Spark Reference

Introduction to nanvl function

The nanvl function in PySpark is used to handle NaN (Not a Number) values in floating point columns. It returns the value from the first column if it is not NaN, or the value from the second column if the first column is NaN.

Both col1 and col2 should be floating point columns, specifically of type DoubleType or FloatType.

Syntax and Parameters

The syntax for using the nanvl function in PySpark is as follows:

nanvl(col1, col2)
  • col1 (Column or str): The first column to check for NaN values.
  • col2 (Column or str): The second column to return if the value of col1 is NaN.

Returns

The nanvl function returns a column, which is the value from the first column if it is not NaN, or the value from the second column if the first column is NaN.

Examples

Here are some examples that illustrate how to use the nanvl function in PySpark:

from pyspark.sql import SparkSession
from pyspark.sql.functions import nanvl

spark = SparkSession.builder.getOrCreate()

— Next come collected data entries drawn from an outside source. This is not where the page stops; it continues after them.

/**
 * The wind that a gain set is shown to hold: single gusts of rising strength from four sides and turbulence of
 * rising level, each over several seeds. What failed first, and how, stands beside what held.
 */
import type { Build } from '../craft/build.ts';
import type { Gains } from '../craft/gains.ts';
import { GUST_SIDES, type Side } from '../trials/definitions/gust.ts';
import { trialByName } from '../trials/registry.ts';
import { bandText, scoreText } from '../trials/report.ts';
import type { TrialTask } from '../trials/runTrial.ts';
import type { Score, TrialResult } from '../trials/trial.ts';

/** Greatest speeds of the gusts tried, m/s. */
export const GUST_STEPS_MPS: readonly number[] = [2, 4, 6, 8, 10, 12, 14];
/** Turbulence tried, in order of its wind at 20 ft. */
export const TURBULENCE_STEPS: readonly string[] = [
  'turbulence-light-scaled',
  'turbulence-light',
  'turbulence-moderate',
  'turbulence-severe',
];
const GUST_SEEDS = 3;
const TURBULENCE_SEEDS = 5;

interface GustFlight {
  readonly kind: 'gust';
  readonly side: Side;
  readonly peak_mps: number;
  readonly seed: number;
}
interface TurbulenceFlight {
  readonly kind: 'turbulence';
  readonly trial: string;
  readonly seed: number;
}
/** One flight of the proof. */
export type WindFlight = GustFlight | TurbulenceFlight;

/** What went wrong first. */
export interface WindFailure {
  /** "10 m/s", "Turbulence, severe". */
  readonly at: string;
  /** "from the right: peak tilt 17.2 deg (≤ 15 deg), peak drift": the worst score with its band, then the others. */
  readonly what: readonly string[];
}

/** What was shown; plain data, kept with the craft. */
export interface WindProof {
  readonly gust: {
    /** Greatest gust up to which everything held; null when not even the least did. */
    readonly held_mps: number | null;
    readonly failure: WindFailure | null;
    readonly seeds: readonly number[];
    readonly steps_mps: readonly number[];
    /** For each side: at each step, of how many seeds it held. */
    readonly sides: readonly { readonly side: string; readonly held: readonly number[] }[];
  };
  readonly turbulence: {
    readonly held: string | null;
    readonly failure: WindFailure | null;
    readonly seeds: readonly number[];
  };
  /** Flights that gave no answer (stopped, refused): they count as failed. */
  readonly missing: number;
}

/** All flights of the proof, seeds from `seed` up; the gentle ones come first. */
export function windFlights(seed: number): WindFlight[] {
  const gusts = GUST_STEPS_MPS.flatMap((peak_mps) =>
    GUST_SIDES.flatMap((side) =>
      seedsFrom(seed, GUST_SEEDS).map((one): WindFlight => ({ kind: 'gust', side, peak_mps, seed: one })),
    ),
  );
  const turbulence = TURBULENCE_STEPS.flatMap((trial) =>
    seedsFrom(seed, TURBULENCE_SEEDS).map((one): WindFlight => ({ kind: 'turbulence', trial, seed: one })),
  );
  return [...gusts, ...turbulence];
}

/** A flight as the trials' workers take it. */
export function windTask(flight: WindFlight, build: Build, gains: Gains): TrialTask {
  const about = { build, gains, wind: null, seed: flight.seed };
  return flight.kind === 'turbulence'
    ? { ...about, trial: flight.trial }
    : { ...about, trial: `gust-${flight.side}`, overrides: { 'trial.peak_mps': flight.peak_mps } };
}

interface Flown<F> {
  readonly flight: F;
  readonly result: TrialResult | null;
}

/** @param results in the order of `flights`; null where there is no answer */
export function windProof(
  flights: readonly WindFlight[],
  results: readonly (TrialResult | null)[],
): WindProof {
  const flown = flights.map((flight, i) => ({ flight, result: results[i] ?? null }));
  const gusts = flown.filter((one): one is Flown<GustFlight> => one.flight.kind === 'gust');
  const rough = flown.filter((one): one is Flown<TurbulenceFlight> => one.flight.kind === 'turbulence');
  return {
    gust: gustProof(gusts),
    turbulence: turbulenceProof(rough),
    missing: flown.filter((one) => one.result === null).length,
  };
}

function gustProof(flown: readonly Flown<GustFlight>[]): WindProof['gust'] {
  const steps_mps = [...new Set(flown.map(({ flight }) => flight.peak_mps))].sort((a, b) => a - b);
  const at = (peak_mps: number) => flown.filter(({ flight }) => flight.peak_mps === peak_mps);
  const { held, failed } = upTo(steps_mps, (step) => at(step).every(passed));
  const sides = [...new Set(flown.map(({ flight }) => flight.side))];
  return {
    held_mps: held,
    failure:
      failed === null
        ? null
        : { at: `${failed} m/s`, what: failuresOf(at(failed), ({ side }) => `from the ${side}`) },
    seeds: seedsOf(flown),
    steps_mps,
    sides: sides.map((side) => ({
      side,
      held: steps_mps.map((step) => at(step).filter((one) => one.flight.side === side && passed(one)).length),
    })),
  };
}

function turbulenceProof(flown: readonly Flown<TurbulenceFlight>[]): WindProof['turbulence'] {
  const steps = [...new Set(flown.map(({ flight }) => flight.trial))];
  const at = (trial: string) => flown.filter(({ flight }) => flight.trial === trial);
  const { held, failed } = upTo(steps, (step) => at(step).every(passed));
  return {
    held: held === null ? null : trialByName(held).title,
    failure:
      failed === null
        ? null
        : { at: trialByName(failed).title, what: failuresOf(at(failed), ({ seed }) => `seed ${seed}`) },
    seeds: seedsOf(flown),
  };
}

/** The last step before the first that fails, and that one: a pass above a failure proves nothing. */
function upTo<T>(
  steps: readonly T[],
  holds: (step: T) => boolean,
): { readonly held: T | null; readonly failed: T | null } {
  const first = steps.findIndex((step) => !holds(step));
  const count = first === -1 ? steps.length : first;
  return { held: count === 0 ? null : steps[count - 1], failed: first === -1 ? null : steps[first] };
}

const MOST_FAILURES = 4;

function failuresOf<F extends WindFlight>(
  flown: readonly Flown<F>[],
  where: (flight: F) => string,
): string[] {
  const told = new Map<string, string>();
  for (const one of flown) {
    const place = where(one.flight);
    if (!passed(one) && !told.has(place)) told.set(place, `${place}: ${failureText(one.result)}`);
  }
  return [...told.values()].slice(0, MOST_FAILURES);
}

function failureText(result: TrialResult | null): string {
  if (result === null) return 'no answer';
  if (result.stopped !== null) return result.stopped;
  const [worst, ...others] = result.scores
    .filter((score) => !score.pass)
    .sort((a, b) => excess(b) - excess(a));
  const more = others.length === 0 ? '' : `, ${others.map(({ name }) => name).join(', ')}`;
  return `${worst.name} ${scoreText(worst)} (${bandText(worst.band, worst.unit)})${more}`;
}

/** How far outside its band, as a share of the band's edge; what was never reached is furthest. */
function excess({ value, band }: Score): number {
  if (value === null) return Infinity;
  const over = band.most === undefined ? 0 : (value - band.most) / Math.max(Math.abs(band.most), 1e-9);
  const under = band.least === undefined ? 0 : (band.least - value) / Math.max(Math.abs(band.least), 1e-9);
  return Math.max(over, under);
}

function passed({ result }: Flown<WindFlight>): boolean {
  return result?.pass === true;
}

function seedsOf(flown: readonly Flown<WindFlight>[]): number[] {
  return [...new Set(flown.map(({ flight }) => flight.seed))].sort((a, b) => a - b);
}

function seedsFrom(seed: number, count: number): number[] {
  return Array.from({ length: count }, (_, i) => seed + i);
}
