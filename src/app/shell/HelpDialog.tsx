import { useState } from 'preact/hooks';
import { useStore } from '../store/context.ts';
import { PLACES, type PlaceName } from '../store/document.ts';
import { Button } from '../widgets/Button.tsx';
import { Dialog } from '../widgets/Dialog.tsx';
import { NoticeBox } from '../widgets/Notice.tsx';
import { guideMemory, setGuide } from './guideMemory.ts';
import './help.css';
import { helpTexts, PLACE_HELP } from './helpTexts.ts';

/** Help for the place that is open, the way to an own craft, the manual of the other places, the keys. */
export default function HelpDialog(props: { onClose: () => void }) {
  const store = useStore();
  const words = store.texts.help;
  const here = store.place.value;
  return (
    <Dialog title={words.title} wide onClose={props.onClose}>
      <p>{words.intro}</p>
      <NoticeBox kind="warning">{words.caution}</NoticeBox>
      <h3>{helpTexts.here(store.texts.places[here])}</h3>
      <PlaceText place={here} />
      <h3>{words.path}</h3>
      <ol>
        {words.steps.map((step) => (
          <li key={step}>{step}</li>
        ))}
      </ol>
      <div class="row">
        <GuideButton onClose={props.onClose} />
      </div>
      <h3>{helpTexts.manual}</h3>
      {PLACES.filter((place) => place !== here).map((place) => (
        <details key={place}>
          <summary>
            <strong>{store.texts.places[place]}</strong> <span class="faint">{store.texts.aims[place]}</span>
          </summary>
          <PlaceText place={place} />
        </details>
      ))}
      <h3>{words.keys}</h3>
      <dl class="keys">
        {words.keyTable.map(([keys, what]) => (
          <div key={keys}>
            <dt>
              <kbd>{keys}</kbd>
            </dt>
            <dd>{what}</dd>
          </div>
        ))}
      </dl>
    </Dialog>
  );
}

function GuideButton(props: { onClose: () => void }) {
  const store = useStore();
  const { step } = guideMemory(store.settings.value);
  return (
    <Button
      onClick={() => {
        setGuide(store, { hidden: false, step });
        props.onClose();
      }}
    >
      {step === 0 ? helpTexts.startGuide : helpTexts.resumeGuide}
    </Button>
  );
}

/** One place of the manual; its picture stands only where it can be had (it is not kept for offline use). */
function PlaceText(props: { place: PlaceName }) {
  const { what, steps, mind, picture } = PLACE_HELP[props.place];
  const [shown, setShown] = useState(true);
  return (
    <div class="help-place">
      {shown && (
        <img
          src={`manual/${props.place}.webp`}
          alt={picture}
          width={1200}
          height={750}
          loading="lazy"
          onError={() => setShown(false)}
        />
      )}
      <div>
        <p>{what}</p>
        <ol>
          {steps.map((step) => (
            <li key={step}>{step}</li>
          ))}
        </ol>
        <p>
          <strong>{helpTexts.mind}</strong> {mind}
        </p>
      </div>
    </div>
  );
}
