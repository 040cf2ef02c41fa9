import { useStore } from '../store/context.ts';
import { THEMES, UNIT_SYSTEMS } from '../store/document.ts';
import { Dialog } from '../widgets/Dialog.tsx';
import { Select } from '../widgets/Select.tsx';

export default function SettingsDialog(props: { onClose: () => void }) {
  const store = useStore();
  const words = store.texts.settings;
  const now = store.settings.value;
  return (
    <Dialog title={words.title} onClose={props.onClose}>
      <Select
        label={words.theme}
        value={now.theme}
        options={THEMES.map((value) => ({ value, label: words.themes[value] }))}
        onChange={(theme) => store.changeSettings({ theme })}
      />
      <Select
        label={words.units}
        value={now.units}
        options={UNIT_SYSTEMS.map((value) => ({ value, label: words.unitSystems[value] }))}
        onChange={(units) => store.changeSettings({ units })}
      />
      <Select
        label={words.motion}
        value={now.reducedMotion}
        options={(['auto', 'on'] as const).map((value) => ({ value, label: words.motions[value] }))}
        onChange={(reducedMotion) => store.changeSettings({ reducedMotion })}
      />
    </Dialog>
  );
}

data = [(1.0, 2.0), (float('nan'), 3.0), (4.0, float('nan'))]
df = spark.createDataFrame(data, ["col1", "col2"])

df.withColumn("result", nanvl("col1", "col2")).show()

Output:

+----+----+------+
|col1|col2|result|
+----+----+------+
| 1.0| 2.0|   1.0|
| NaN| 3.0|   3.0|
| 4.0| NaN|   4.0|
+----+----+------+

Common Use Cases

The nanvl function in PySpark is commonly used in scenarios where you need to handle missing or NaN values in floating point columns. Here are some common use cases where nanvl can be useful:

  1. Handling missing values: Replace NaN values in a column with a default value from another column.
  2. Conditional value replacement: Replace NaN values in a column based on certain conditions.
  3. Data cleaning and preprocessing: Replace NaN values with meaningful default values or values derived from other columns.
  4. Handling missing values in calculations: Substitute NaN values with appropriate values from other columns when performing calculations or aggregations.

Limitations and Considerations

When using the nanvl function in PySpark, keep in mind the following limitations and considerations:

  1. Input Data Types: Both col1 and col2 should be floating point columns of type DoubleType or FloatType.
  2. NaN Handling: The nanvl function is designed to handle NaN values. Make sure the input columns contain NaN values for the function to work as expected.
  3. Version Compatibility: The nanvl function was introduced in version 1.6.0 of PySpark. Ensure you are using a compatible version.
  4. Column or String Parameters: The col1 and col2 parameters can be either column objects or column names specified as strings.

Consider these limitations and considerations to ensure accurate and expected results when using the nanvl function in your PySpark code.